Locate all lines in the data below that hold "desk" and show them.

[Stored data entries]
#####

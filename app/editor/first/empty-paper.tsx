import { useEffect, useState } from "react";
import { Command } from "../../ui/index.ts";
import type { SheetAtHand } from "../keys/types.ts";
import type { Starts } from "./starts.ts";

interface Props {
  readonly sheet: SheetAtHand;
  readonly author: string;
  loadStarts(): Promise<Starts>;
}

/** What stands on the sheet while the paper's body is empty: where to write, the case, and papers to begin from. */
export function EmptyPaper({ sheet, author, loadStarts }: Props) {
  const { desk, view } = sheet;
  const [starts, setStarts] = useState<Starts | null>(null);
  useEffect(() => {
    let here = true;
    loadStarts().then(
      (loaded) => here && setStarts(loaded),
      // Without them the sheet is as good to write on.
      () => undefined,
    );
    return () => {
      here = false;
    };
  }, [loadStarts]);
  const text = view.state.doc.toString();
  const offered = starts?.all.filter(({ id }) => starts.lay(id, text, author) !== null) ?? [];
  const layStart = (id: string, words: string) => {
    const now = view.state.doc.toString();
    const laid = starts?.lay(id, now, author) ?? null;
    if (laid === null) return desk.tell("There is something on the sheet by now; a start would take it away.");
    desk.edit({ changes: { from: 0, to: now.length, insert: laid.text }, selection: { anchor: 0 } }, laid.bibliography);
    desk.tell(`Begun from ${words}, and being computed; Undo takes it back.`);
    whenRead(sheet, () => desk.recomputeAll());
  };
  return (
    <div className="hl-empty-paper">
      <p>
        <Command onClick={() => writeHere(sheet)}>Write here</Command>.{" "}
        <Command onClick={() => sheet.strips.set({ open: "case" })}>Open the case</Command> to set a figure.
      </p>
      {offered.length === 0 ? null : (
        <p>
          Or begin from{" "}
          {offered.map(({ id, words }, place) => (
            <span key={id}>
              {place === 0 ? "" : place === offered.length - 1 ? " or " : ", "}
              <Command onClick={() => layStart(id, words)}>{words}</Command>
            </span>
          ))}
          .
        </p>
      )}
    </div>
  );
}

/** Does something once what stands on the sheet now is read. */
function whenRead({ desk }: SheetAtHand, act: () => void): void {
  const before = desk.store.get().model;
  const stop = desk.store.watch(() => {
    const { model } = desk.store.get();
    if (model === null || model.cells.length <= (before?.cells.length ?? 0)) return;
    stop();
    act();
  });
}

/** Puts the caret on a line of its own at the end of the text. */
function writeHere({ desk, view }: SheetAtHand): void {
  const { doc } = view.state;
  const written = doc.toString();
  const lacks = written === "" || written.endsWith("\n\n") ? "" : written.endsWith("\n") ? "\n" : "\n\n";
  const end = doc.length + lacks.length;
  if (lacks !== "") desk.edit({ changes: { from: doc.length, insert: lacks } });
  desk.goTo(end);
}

#####

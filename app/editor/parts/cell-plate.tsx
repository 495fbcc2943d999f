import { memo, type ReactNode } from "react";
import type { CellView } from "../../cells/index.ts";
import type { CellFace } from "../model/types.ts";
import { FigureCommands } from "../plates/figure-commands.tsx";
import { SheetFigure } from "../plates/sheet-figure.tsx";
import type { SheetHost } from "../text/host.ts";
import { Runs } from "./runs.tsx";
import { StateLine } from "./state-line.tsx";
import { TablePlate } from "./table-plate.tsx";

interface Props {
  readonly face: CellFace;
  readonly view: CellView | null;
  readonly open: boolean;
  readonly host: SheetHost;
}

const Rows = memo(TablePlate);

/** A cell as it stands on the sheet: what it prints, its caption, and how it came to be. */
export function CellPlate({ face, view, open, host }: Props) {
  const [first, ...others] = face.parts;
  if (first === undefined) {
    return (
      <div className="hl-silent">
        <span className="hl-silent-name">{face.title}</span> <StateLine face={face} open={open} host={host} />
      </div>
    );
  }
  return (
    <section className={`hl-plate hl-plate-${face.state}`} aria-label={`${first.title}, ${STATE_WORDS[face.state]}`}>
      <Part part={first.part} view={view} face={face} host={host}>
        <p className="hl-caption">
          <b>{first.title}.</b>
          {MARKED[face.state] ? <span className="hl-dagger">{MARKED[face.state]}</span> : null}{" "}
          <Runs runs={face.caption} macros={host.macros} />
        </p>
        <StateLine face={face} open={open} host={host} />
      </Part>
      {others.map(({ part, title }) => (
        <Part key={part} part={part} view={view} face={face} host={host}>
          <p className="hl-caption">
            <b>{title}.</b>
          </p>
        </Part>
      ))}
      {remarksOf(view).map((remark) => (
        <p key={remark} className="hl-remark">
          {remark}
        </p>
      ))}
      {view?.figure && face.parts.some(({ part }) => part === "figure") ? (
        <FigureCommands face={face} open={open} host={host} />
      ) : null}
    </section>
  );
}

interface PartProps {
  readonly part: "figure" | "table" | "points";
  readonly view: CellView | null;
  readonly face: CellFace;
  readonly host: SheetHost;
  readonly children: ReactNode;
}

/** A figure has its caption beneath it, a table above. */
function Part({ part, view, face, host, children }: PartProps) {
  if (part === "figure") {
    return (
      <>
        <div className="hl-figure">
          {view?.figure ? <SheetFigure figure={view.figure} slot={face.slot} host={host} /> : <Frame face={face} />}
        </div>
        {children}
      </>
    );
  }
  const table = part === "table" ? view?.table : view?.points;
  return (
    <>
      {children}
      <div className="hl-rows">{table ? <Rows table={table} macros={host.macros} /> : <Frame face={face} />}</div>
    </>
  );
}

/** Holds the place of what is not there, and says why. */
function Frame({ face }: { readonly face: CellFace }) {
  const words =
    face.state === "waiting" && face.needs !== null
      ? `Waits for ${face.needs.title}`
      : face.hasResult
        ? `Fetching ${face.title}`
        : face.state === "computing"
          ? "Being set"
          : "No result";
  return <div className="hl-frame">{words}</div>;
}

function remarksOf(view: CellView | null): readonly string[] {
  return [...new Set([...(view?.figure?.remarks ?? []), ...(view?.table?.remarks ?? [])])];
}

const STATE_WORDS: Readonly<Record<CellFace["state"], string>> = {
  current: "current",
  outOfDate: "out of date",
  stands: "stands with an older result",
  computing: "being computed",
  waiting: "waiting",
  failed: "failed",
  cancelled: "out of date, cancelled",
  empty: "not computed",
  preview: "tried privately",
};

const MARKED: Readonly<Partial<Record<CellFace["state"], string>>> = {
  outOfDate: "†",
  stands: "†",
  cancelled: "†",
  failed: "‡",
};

#####

EXERCISE RESULT ->
  const { desk, view } = sheet;
    if (laid === null) return desk.tell("There is something on the sheet by now; a start would take it away.");
    desk.edit({ changes: { from: 0, to: now.length, insert: laid.text }, selection: { anchor: 0 } }, laid.bibliography);
    desk.tell(`Begun from ${words}, and being computed; Undo takes it back.`);
    whenRead(sheet, () => desk.recomputeAll());
function whenRead({ desk }: SheetAtHand, act: () => void): void {
  const before = desk.store.get().model;
  const stop = desk.store.watch(() => {
    const { model } = desk.store.get();
function writeHere({ desk, view }: SheetAtHand): void {
  if (lacks !== "") desk.edit({ changes: { from: doc.length, insert: lacks } });
  desk.goTo(end);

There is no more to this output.